An alternative way is to only generate the gene-level profile using the classify
workflow. Later, one can collapse it using different functional catalogs as needed, using Woltka's collapse
command. For example:
woltka classify -i indir -c coords.txt -o gene.biom
woltka tools collapse -i gene.biom -m gene-to-protein.map -o protein.biom
woltka tools collapse -i protein.biom -m protein-to-enzrxn.map -o enzrxn.biom
woltka tools collapse -i enzrxn.biom -m enzrxn-to-reaction.map -o reaction.biom
woltka tools collapse -i reaction.biom -m reaction-to-pathway.map -o pathway.biom
woltka tools collapse -i pathway.biom -m pathway-to-super.map -o super.biom
In the WoL data release, there are pre-built mappings to UniRef, GO, MetaCyc, KEGG and more.
It is a frequent goal to assess the abundances of individual metabolic pathways in the microbiome. However, a pathway only makes sense when all (or an essential subset) of its member enzymes are present. Woltka can calculate the percent coverage of pathways based on the presence/absence of member genes as follows:
woltka tools coverage -i gene.biom -m pathway-to-genes.txt -o pathway_coverage.biom
See here for details of coverage calculation.

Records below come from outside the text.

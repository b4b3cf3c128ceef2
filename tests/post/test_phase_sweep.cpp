// Whole phase-angle studies on meshed stators: the rotating field of balanced windings.

#include <doctest/doctest.h>

#include <cmath>
#include <numbers>

#include "mesh/build.hpp"
#include "mesh/winding.hpp"
#include "post/study.hpp"
#include "solver/phase_fields.hpp"
#include "support/sample_geometry.hpp"

using namespace tf;

namespace {

constexpr double kPi = std::numbers::pi;
constexpr double kMu0 = 4e-7 * kPi;

struct Study {
  mesh::Winding winding;
  post::StudyResult result;
};

Study run(const mesh::Geometry& g, int phases, int layers, int pitch, double mu_iron, double fineness = 0.5) {
  mesh::WindingSpec spec;
  spec.n_phases = phases;
  spec.n_poles = 4;
  spec.n_layers = layers;
  spec.coil_pitch = pitch;
  spec.turns_per_coil = 10;
  const mesh::Mesh m = mesh::build(g, {layers}, {fineness});
  const mesh::Winding w = mesh::lay_out(spec, g.stator);
  const solver::PhaseFields f = solver::solve_phase_fields(m, w, {mu_iron, mu_iron, mu_iron});
  solver::Supply supply;
  supply.peak_current = 5.0;
  return {w, post::phase_sweep(m, w, f, supply, 36, {720, 25})};
}

double harmonic_ratio(const post::StepResult& s, int order) { return std::abs(s.harmonics(order)) / std::abs(s.fundamental); }

}  // namespace

TEST_CASE("balanced three-phase distributed winding: a field of constant amplitude turning 360/p per period") {
  // Standard theory (A. E. Fitzgerald, C. Kingsley, S. Umans, Electric Machinery, ch. 4; from memory):
  // balanced currents in a balanced winding make a fundamental of constant amplitude that turns
  // counter-clockwise by 360°/p mechanical per electrical period, with space orders 6k -+ 1 only.
  const auto s = run(testing::open_slot_stator(), 3, 2, 8, 1000.0);
  const auto& r = s.result;
  const int p = 2;
  CHECK(r.metrics.amplitude_ripple < 0.01);
  CHECK(r.metrics.expected_step_deg == doctest::Approx(5.0).scale(0));
  CHECK(r.metrics.rotation_uniformity_deg < 0.05);
  double turned = 0.0;
  for (std::size_t k = 0; k < r.steps.size(); ++k)
    turned += std::arg(r.steps[(k + 1) % r.steps.size()].fundamental / r.steps[k].fundamental) / p;
  CHECK(turned * 180 / kPi == doctest::Approx(360.0 / p).epsilon(1e-6).scale(0));
  CHECK(r.metrics.backward_forward_ratio < 0.005);
  // At wt = 0 phase A carries the peak current: the field axis is phase A's axis.
  CHECK(std::remainder(r.steps[0].axis - s.winding.phase_a_axis / p, kPi) == doctest::Approx(0.0).epsilon(0.005));
  // Even and triplen orders cancel; 5th and 7th remain, near the MMF ratio k_w,nu / (nu k_w1) of the
  // smooth-gap theory (same sources). Slotting is not in that theory: we accept -20 % .. +40 %.
  for (int nu : {2, 3, 4, 6, 9}) CHECK(harmonic_ratio(r.steps[0], nu * p) < 0.005);
  const auto k = mesh::winding_factors(s.winding, 7);
  for (int nu : {5, 7}) {
    const double mmf_ratio = k[nu - 1].total / (nu * k[0].total);
    CHECK(harmonic_ratio(r.steps[0], nu * p) / mmf_ratio == doctest::Approx(1.1).epsilon(0.28).scale(0));
  }
}

TEST_CASE("balanced two-phase winding: constant amplitude, and the third space harmonic is not cancelled") {
  // Standard theory (docs/references.md §3): two-phase windings carry all odd orders.
  const auto s = run(testing::semi_closed_stator(), 2, 2, 6, 1000.0);
  const auto& r = s.result;
  CHECK(r.metrics.amplitude_ripple < 0.01);
  CHECK(r.metrics.backward_forward_ratio < 0.005);
  CHECK(r.metrics.rotation_uniformity_deg < 0.05);
  CHECK(harmonic_ratio(r.steps[0], 3 * 2) > 0.02);
  CHECK(harmonic_ratio(r.steps[0], 2 * 2) < 0.005);
}

TEST_CASE("fundamental against the magnetic-circuit estimate with Carter's coefficient") {
  // B_1 = mu0 F_1 / (k_C g), F_1 = (m/2)(4/pi) k_w1 N_ph I / (2p) (Pyrhönen, Jokinen, Hrabovcová,
  // Design of Rotating Electrical Machines, 2008, ch. 2 and 3; from memory). Very permeable iron.
  // Carter: k_C = tau_s / (tau_s - gamma g), gamma = (4/pi)(u atan u - ln sqrt(1 + u^2)), u = b0/(2g).
  // The estimate ignores the slot-opening modulation of the fundamental; we accept 2 %.
  const mesh::Geometry g = testing::semi_closed_stator();
  const auto s = run(g, 3, 2, 6, 1e5, 1.0);
  const double gap = g.gap_length(), b0 = g.stator.slot.opening_width;
  const double tau = 2 * kPi * g.stator.bore_radius / g.stator.n_positions;
  const double u = b0 / (2 * gap);
  const double gamma = 4 / kPi * (u * std::atan(u) - std::log(std::sqrt(1 + u * u)));
  const double carter = tau / (tau - gamma * gap);
  const double kw1 = mesh::winding_factors(s.winding, 1)[0].total;
  const double mmf = 1.5 * 4 / kPi * kw1 * s.winding.series_turns() * 5.0 / 4;
  const double estimate = kMu0 * mmf / (carter * gap);
  MESSAGE("FE " << s.result.metrics.mean_fundamental << " T, estimate " << estimate << " T, Carter " << carter);
  CHECK(s.result.metrics.mean_fundamental == doctest::Approx(estimate).epsilon(0.02).scale(0));
}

It is an attractive idea to figure out which genes are present in which organisms. This can be achieved using an stratification analysis that combines both structural and function analyses. In Woltka, this can be done using two steps, like:
woltka classify -i indir -m genome-to-species.map -o species.biom --outmap species_map
woltka classify -i indir -c coords.txt -m gene-to-pathway.map --stratify species_map -o pathway_by_species.biom
In the output profile, the features will be like species_A|pathway_X
. This helps with the investigation of the functional capacities of individual microbial groups.
See here for details of stratification.